The bulk of resources were directed towards a series of negotiations with our industry partners to investigate their training needs for design drafters. The outcomes of these meetings were communicated to the working party at TAFE South Australia which was responsible for the reaccreditation of the Advanced Diploma of Civil Engineering. Membership of the working party comprised representatives from South Australian industry and, since this was to be a nationally accredited program, it was considered imperative that the views of Victorian industry were presented.
The TAFE SA working party also sought input from several Skills Councils who were promoting their respective training packages which purported to address the training needs of the civil engineering industry. It was incumbent upon the National TAFE Engineering Group (NTEG) to impress upon the working party the deficiencies of these training packages in addressing the needs of design drafters and to proceed with the reaccreditation of the pre-existing advanced diploma. This entailed extensive research and preparation of numerous presentations and arguments. The efforts of NTEG were successful and the new program was accredited from August 1, 2008 until July 31, 2013.
Following reaccreditation, the RMIT project team’s next objective was to customise the structure of this now very expansive program to the needs of our industry partners and RMIT students. (Employers from disciplines other than civil engineering were impressed with the quality of the program and requested the inclusion of suitable courses for training needs in the industrial engineering and building services sectors). There followed further negotiations with our Victorian industry partners to fine-tune their needs and select appropriate courses from those offered. Meetings with teaching staff then took place and these courses were arranged into a structure with sufficient flexibility to meet the needs of all stakeholders but with due regard to the limited resources available to the civil department.
In support of the new program, the project team worked on the development of various resources :
Staff training. Discussion with our industry partners suggested that we needed to incorporate the use of InRoads software into our MicroStation training since their CAD drafters were required to use this package at an early stage in their training. Three staff members attended the training at Bentley Systems in May and an introduction to InRoads is now incorporated in our elective courses for CAD – Roads.
Soils laboratory. To date, our students have been sharing a soil-testing facility with the Higher Education sector.
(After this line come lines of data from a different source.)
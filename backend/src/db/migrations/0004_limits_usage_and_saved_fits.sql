CREATE TABLE `idempotency_keys` (
	`user_id` text NOT NULL,
	`operation` text NOT NULL,
	`key` text NOT NULL,
	`request_hash` text NOT NULL,
	`answer` text,
	`created_at` integer NOT NULL,
	PRIMARY KEY(`user_id`, `operation`, `key`),
	FOREIGN KEY (`user_id`) REFERENCES `users`(`id`) ON UPDATE no action ON DELETE cascade
) STRICT;
--> statement-breakpoint
CREATE TABLE `limits` (
	`caller` text PRIMARY KEY NOT NULL,
	`units_per_minute` integer NOT NULL,
	`units_per_day` integer,
	`changed_at` text NOT NULL,
	`changed_by` text NOT NULL,
	CONSTRAINT "limits_caller" CHECK(caller IN ('anonymous', 'page', 'account', 'key')),
	CONSTRAINT "limits_minute" CHECK(units_per_minute BETWEEN 1 AND 1000000000),
	CONSTRAINT "limits_day" CHECK(units_per_day IS NULL OR units_per_day BETWEEN 1 AND 1000000000)
) STRICT;
--> statement-breakpoint
CREATE TABLE `usage` (
	`key_id` text NOT NULL,
	`day` text NOT NULL,
	`requests` integer NOT NULL,
	`units` integer NOT NULL,
	`refused` integer NOT NULL,
	PRIMARY KEY(`key_id`, `day`),
	FOREIGN KEY (`key_id`) REFERENCES `api_keys`(`id`) ON UPDATE no action ON DELETE cascade
) STRICT;
--> statement-breakpoint
CREATE TABLE `saved_fits` (
	`id` text PRIMARY KEY NOT NULL,
	`user_id` text NOT NULL,
	`boat_id` text,
	`name` text NOT NULL,
	`note` text,
	`question` text NOT NULL,
	`answer` text NOT NULL,
	`engine_version` text NOT NULL,
	`edition` integer NOT NULL,
	`revision` integer DEFAULT 1 NOT NULL,
	`created_at` text NOT NULL,
	`updated_at` text NOT NULL,
	FOREIGN KEY (`user_id`) REFERENCES `users`(`id`) ON UPDATE no action ON DELETE cascade,
	FOREIGN KEY (`boat_id`) REFERENCES `boats`(`id`) ON UPDATE no action ON DELETE set null,
	CONSTRAINT "saved_fits_question" CHECK(json_valid(question)),
	CONSTRAINT "saved_fits_answer" CHECK(json_valid(answer)),
	CONSTRAINT "saved_fits_revision" CHECK(revision >= 1)
) STRICT;
--> statement-breakpoint
CREATE INDEX `saved_fits_user` ON `saved_fits` (`user_id`);--> statement-breakpoint
CREATE TABLE `shares` (
	`id` text PRIMARY KEY NOT NULL,
	`token` text NOT NULL,
	`user_id` text NOT NULL,
	`fit_id` text NOT NULL,
	`created_at` text NOT NULL,
	`revoked_at` text,
	FOREIGN KEY (`user_id`) REFERENCES `users`(`id`) ON UPDATE no action ON DELETE cascade,
	FOREIGN KEY (`fit_id`) REFERENCES `saved_fits`(`id`) ON UPDATE no action ON DELETE cascade
) STRICT;
--> statement-breakpoint
CREATE UNIQUE INDEX `shares_token_unique` ON `shares` (`token`);--> statement-breakpoint
CREATE INDEX `shares_user` ON `shares` (`user_id`);--> statement-breakpoint
ALTER TABLE `api_keys` ADD `kind` text DEFAULT 'server' NOT NULL;--> statement-breakpoint
ALTER TABLE `api_keys` ADD `origins` text DEFAULT '[]' NOT NULL;--> statement-breakpoint
ALTER TABLE `api_keys` ADD `previous_hash` text;--> statement-breakpoint
ALTER TABLE `api_keys` ADD `previous_until` text;--> statement-breakpoint
ALTER TABLE `api_keys` ADD `expires_at` text;--> statement-breakpoint
ALTER TABLE `boats` ADD `revision` integer DEFAULT 1 NOT NULL;--> statement-breakpoint
ALTER TABLE `boats` ADD `updated_at` text DEFAULT '' NOT NULL;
For numerous reasons this has not proved to be a satisfactory arrangement and the release of laboratory space in Building 56/57 has raised the possibility of establishing an in-house TAFE facility. Quotes were sourced (Attachment 14) and layout plans drawn up but a location has yet to be finalised.
Course material. 95% of the Civil program has been developed in online format. The project team completed development of Drainage Design to add to the suite of courses that will be available, pending further funding, for delivery online. (This material, in excess of 100 pages, is now available online only to students enrolled in this course).
Work Integrated Learning. Preliminary groundwork was undertaken in sourcing a staff member with expertise in this area and an application for funding was made to undertake research in 2009.
Dissemination of the project outcomes are discussed in detail on p. 11 of the main report and illustrated in the attachments.